NYX Jumbo eye pencil in gold, UD Half Baked on the lid and Creep in the crease and outer v. Virgin for highlight.


----------



## Pursegrrl

MAC:
parfait amour on lids
Fig 1 on outer v and crease
blanc type on inner corners
a little Carbon on upper lashline and lower over black pencil eyeliner

urban decay liquid liner in oil slick on upper lashline
maybelline The Falsies mascara


----------



## isingiswim

Le Metier de Beaute Hypnotique Eye Kaleidoscope, all colors and chanel's empreinte de chanel, it's a highlighter but I use it on my eyes too.


----------



## girlygirl3

^ Nice!  I just got my first Kaleidoscope in Devotion and I love it!  I'm still experimenting with different applications.  How is it working for you?


----------



## lovemysavior

Wearing MAC's Amber Lights on lid up to the crease then blended Typographic on the crease.  Vanilla as a highlighter.


----------



## MrsTGreen

MAC: All That Glitters, Mulch, & Ricepaper


----------



## VanessaJean

UD Drink Me Eat Me and White Rabbit.


----------



## My Purse Addiction

UD Naked all over the lid, UD Buck in the crease, UD Flipside on the lower lashline


----------



## MrsTGreen

MAC Naked Lunch & Mulch


----------



## declaredbeauty

Found the perfect use for my NARS Casino Bronzer that's just sitting collecting dust:
Hard Candy Eyeshadow in Butterscotch as a highlight and tear duct color
NARS Casino over lid and past crease
NYX Cork in outer V
L'oreal HIP Duo in Gilded.. used the dark brown side to define the crease. 
Lined top lid and waterline with Rimmel Exaggerate eyeliner in black


----------



## cristalena56

UD Uzi, Haight, and Persuasion


----------



## girlygirl3

Chanel Sillage all over lid
Chanel Taupe Grise in the outer corner and up into crease

I found out that if I just use a primer and skip the cream shadow base before applying Chanel, the shadows last much longer!


----------



## BagloverBurr

Mac smoke and diamonds
Smash Box oyster
UD naked


----------



## kuishinbomeow

Stila Travel Palette - Moscos theme (Vol. 4).


----------



## VanessaJean

MAC Naked Lunch and Vanilla.


----------



## cristalena56

UD kush, loaded, and rockstar


----------



## BagloverBurr

UD Sin, half baked, toasted, and virgin as a hightlight


----------



## DearBuddha

On the lids: Clinique's eyeshadow quad in Pink Chocolate (the shimmery pink)
In the crease: MAC's Honey Lust
Outer corners: MAC's Shale


----------



## miamialli

UD sin; vanilla pigment and lithe pigment


----------



## girlygirl3

NARS Rajasthan duo


----------



## VanessaJean

MAC Grand Entrance.


----------



## kiss_p

Paula Dorf - Tease, Hypnotic and Safari


----------



## Pursegrrl

UD Gridlock and Shakedown (from BOS I)
MAC Unbasic White for inner corners and highlight
UD liquid liner in Oil Slick, upper lashline


----------



## BagloverBurr

NYX flamingo 

is everyone else a NYX shadow fan?

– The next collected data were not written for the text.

/// Refuse a capture whose steps do not follow the staircase they are labelled with: the capture
/// of another staircase (another step size, dwell or start) analysed against this one gives
/// drive labels that do not belong to the levels read.
pub fn check_follows_drive(channel: usize, steps: &[PowerStep]) -> Result<()> {
    let linear: Vec<&PowerStep> = steps
        .iter()
        .filter(|s| !s.excluded && s.thd_percent.unwrap_or(s.thdn_percent) < 1.0)
        .collect();
    let off: Vec<(f64, f64, f64, f64)> = linear
        .windows(2)
        .filter_map(|w| {
            let dd = w[1].drive_dbfs - w[0].drive_dbfs;
            let dout = w[1].output_dbfs - w[0].output_dbfs;
            ((dout - dd).abs() > STEP_FOLLOW_TOLERANCE_DB.max(0.5 * dd.abs())).then_some((
                w[0].drive_dbfs,
                w[1].drive_dbfs,
                dd,
                dout,
            ))
        })
        .collect();
    if let Some(&(a, b, dd, dout)) = off.first() {
        return Err(Error::WrongKind {
            channel,
            found: format!(
                "the output does not follow the staircase: from drive {a:.1} to {b:.1} dBFS it moves {dout:+.2} dB where the drive moves {dd:+.2} dB ({} of {} steps below 1 % THD are off like this), so the capture is not a recording of this staircase (another step size, dwell or start)",
                off.len(),
                linear.len().saturating_sub(1)
            ),
            next: "Give the staircase file this capture was recorded from with --stimulus, or record this one again.".into(),
        });
    }
    Ok(())
}

/// Settings of a staircase run on a rig.
#[derive(Debug, Clone, Copy)]
pub struct StaircaseSettings {
    pub frequency_hz: f64,
    pub sample_rate_hz: u32,
    pub from_dbfs: f64,
    pub step_db: f64,
    /// Stop once THD passes this (percent).
    pub stop_thd_percent: f64,
    /// Never drive into a step whose predicted power passes this (watts).
    pub max_w: f64,
    pub settle_s: f64,
    pub dwell_s: f64,
}

impl StaircaseSettings {
    /// Every setting finite and in range, checked before anything is opened or played: the power
    /// limit a positive number of watts (at most 10 kW), the THD stop above 0 and at most 100 %,
    /// the first drive at most 0 dBFS (full scale) and above -140 dBFS, the step 0.05-6 dB (at
    /// most 2800 steps from -140 dBFS to full scale),
    /// dwell 0.05-60 s, settle 0-60 s, the rate 8-384 kHz and the frequency 10 Hz to 0.45 x the
    /// rate.
    pub fn validated(self) -> Result<Self> {
        let bad = |what: String| Err(Error::InvalidSetting(what));
        let within = |x: f64, lo: f64, hi: f64| x.is_finite() && x >= lo && x <= hi;
        if !(self.max_w.is_finite() && self.max_w > 0.0 && self.max_w <= 10_000.0) {
            return bad(format!(
                "--max-w is the power limit no step may pass: a number of watts above 0 and at most 10000, got {}",
                crate::error::shown(self.max_w)
            ));
        }
        if !(self.stop_thd_percent.is_finite()
            && self.stop_thd_percent > 0.0
            && self.stop_thd_percent <= 100.0)
        {
            return bad(format!(
                "--stop-thd must lie above 0 and at most 100 %, got {}",
                crate::error::shown(self.stop_thd_percent)
            ));
        }
        if !within(self.from_dbfs, -140.0, 0.0) {
            return bad(format!(
                "--from is the first drive in dBFS: between -140 and 0 (full scale), got {}",
                crate::error::shown(self.from_dbfs)
            ));
        }
        if !within(self.step_db, 0.05, 6.0) {
            return bad(format!(
                "--step must lie between 0.05 and 6 dB, got {}",
                crate::error::shown(self.step_db)
            ));
        }
        if !within(self.dwell_s, 0.05, 60.0) {
            return bad(format!(
                "--dwell must lie between 0.05 and 60 s, got {}",
                crate::error::shown(self.dwell_s)
            ));
        }
        if !within(self.settle_s, 0.0, 60.0) {
            return bad(format!(
                "--settle must lie between 0 and 60 s, got {}",
                crate::error::shown(self.settle_s)
            ));
        }
        crate::capture::check_rate(self.sample_rate_hz)?;
        let top = 0.45 * self.sample_rate_hz as f64;
        if !within(self.frequency_hz, 10.0, top) {
            return bad(format!(
                "--freq must lie between 10 Hz and 0.45 x the rate ({top} Hz), got {}",
                crate::error::shown(self.frequency_hz)
            ));
        }
        Ok(self)
    }
}

/// Before the first step, a tone this low (-60 dBFS: 10 mV from a 10 V interface) gives the
/// chain's gain, so the first step's power is predicted like every other's.
pub const POWER_PROBE_DBFS: f64 = -60.0;

/// Checks, before anything is played, that the interface input survives the power limit: the
/// peak voltage it would see, `sqrt(2 P R) / attenuation`, must stay below its full-scale peak.
pub fn check_input_headroom(cal: &Calibration, max_w: f64) -> Result<()> {
    let (Some(peak), Some(fs_peak)) = (cal.input_peak_at_power(max_w), cal.input_full_scale_peak())
    else {
        return Err(Error::InvalidSetting(
            "a run on a rig needs the calibration (interface input full scale, attenuation, load) to keep the interface safe; give --profile or the flags".into(),
        ));
    };
    if peak > fs_peak {
        let att = cal.attenuation.unwrap_or(1.0);
        let needed = att * peak / fs_peak * 1.12; // 1 dB of margin
        return Err(Error::InvalidSetting(format!(
            "at the power limit of {max_w} W into {} ohm the interface input would see {peak:.2} V peak, above its full scale of {fs_peak:.2} V peak: raise the attenuation from {att:.2} to at least {needed:.1} ({:.1} dB), or lower --max-w",
            cal.load_ohms.unwrap_or(0.0),
            20.0 * needed.log10()
        )));
    }
    Ok(())
}

/// Play a tone at `frequency_hz` and `drive_dbfs` on `rig` for `settle + dwell` samples and
/// analyse the `dwell` after the settling part: one step of a staircase, or a probe.
pub fn tone_on_rig(
    rig: &mut dyn Rig,
    channel: usize,
    analyzer: &ToneAnalyzer,
    cal: &Calibration,
    tone: (f64, u32),
    drive_dbfs: f64,
    timing: (usize, usize),
) -> Result<ToneResult> {
    let mut one = tones_on_rig(rig, channel, analyzer, cal, tone, &[drive_dbfs], timing)?;
    Ok(one.remove(0))
}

I am not convinced, it seems like some of them are really chalky looking  I use UDPP and a NYX base, but they still are kinda blah.


----------



## michie

I have a few of them. Their black is the best I've used. I don't have Flamingo, but I don't have a problem with any that I've used.


----------



## Trolley-Dolly

UD Sidecar & MAC Carbon


----------



## VanessaJean

MAC Grand Entrance.


----------



## Pursegrrl

UD Smog with MAC Unbasic White for inner corners/highlight


----------



## girlygirl3

NARS Tzarine e/s duo


----------



## VanessaJean

MAC Grand Entrance. Need a backup of this.


----------



## My Purse Addiction

All Urban Decay- Naked all over the lid, Buck in the crease, and a little bit of Sin in the inner corner


----------



## Pursegrrl

Stila Original Smokey Eye kit.


----------



## Irishgal

MAC teal liner on lids, rubbed in with Club on top, then Aquadesiac lightly on arch. Sure hope I don't look like a drag queen.


----------



## BagloverBurr

Beauty from the Earth-
Suede- all over lid
Baked- lower lid
Truffle- crease

24/7 UD liner in Zero..I am in love, since i learned how to tightline!


----------



## keodi

MAC e/s in bronze and I used the penultimate line for a winged look.


----------



## Trolley-Dolly

MAC Sable & MAC Antique Pink


----------



## LAJUKU

Kat Von D True Romance


----------



## VanessaJean

UD -YDK, Half Baked and Sellout.


----------



## My Purse Addiction

All MAC- Woodwinked all over the lid, Amber Lights on the center of the lid, Glamour Check in the crease


----------



## MrsTGreen

Have not worn eye makeup since last Thursday because I decided to try a sample of UD primer potion & TFSI last Tues & Wed and had a severe allergic reaction!! Both eye lids were swollen shut, red, & itchy!!  I was finally able to wear eye makeup today 

MAC: All That Glitters, Mulch & Ricepaper


----------



## VanessaJean

Today was MAC Nanogold.


----------



## MrsTGreen

MAC: Naked Lunch & Satin Taupe


----------



## kiss_p

Bare Escentuals brightening eye primer with Paula Dorf eyeshadows in Serenity and Bark.


----------



## LAJUKU

LORAC eye shadow


----------



## DearBuddha

MAC Crystal on the lids
Mary Kay Granite in the crease/out corners
Cover Girl Pink Chiffon in the inner corners
Mary Kay Espresso e/s as eyeliner


----------



## nillacobain

Collistar - podwer eyeshadow (black with fine glitters)


----------



## My Purse Addiction

Stila Kitten all over the lid


----------



## VanessaJean

UD Underland all over lid, Mushroom in outer v and crease and White Rabbit as highlight.


----------



## DearBuddha

MAC Honey Lust all over the Lids
MAC Satin Taupe in the creases
Cover Girl Pink Chiffon on the brow


----------



## i<3handbags

Normally I would take a picture, but I can't seem to get once decent pic today. 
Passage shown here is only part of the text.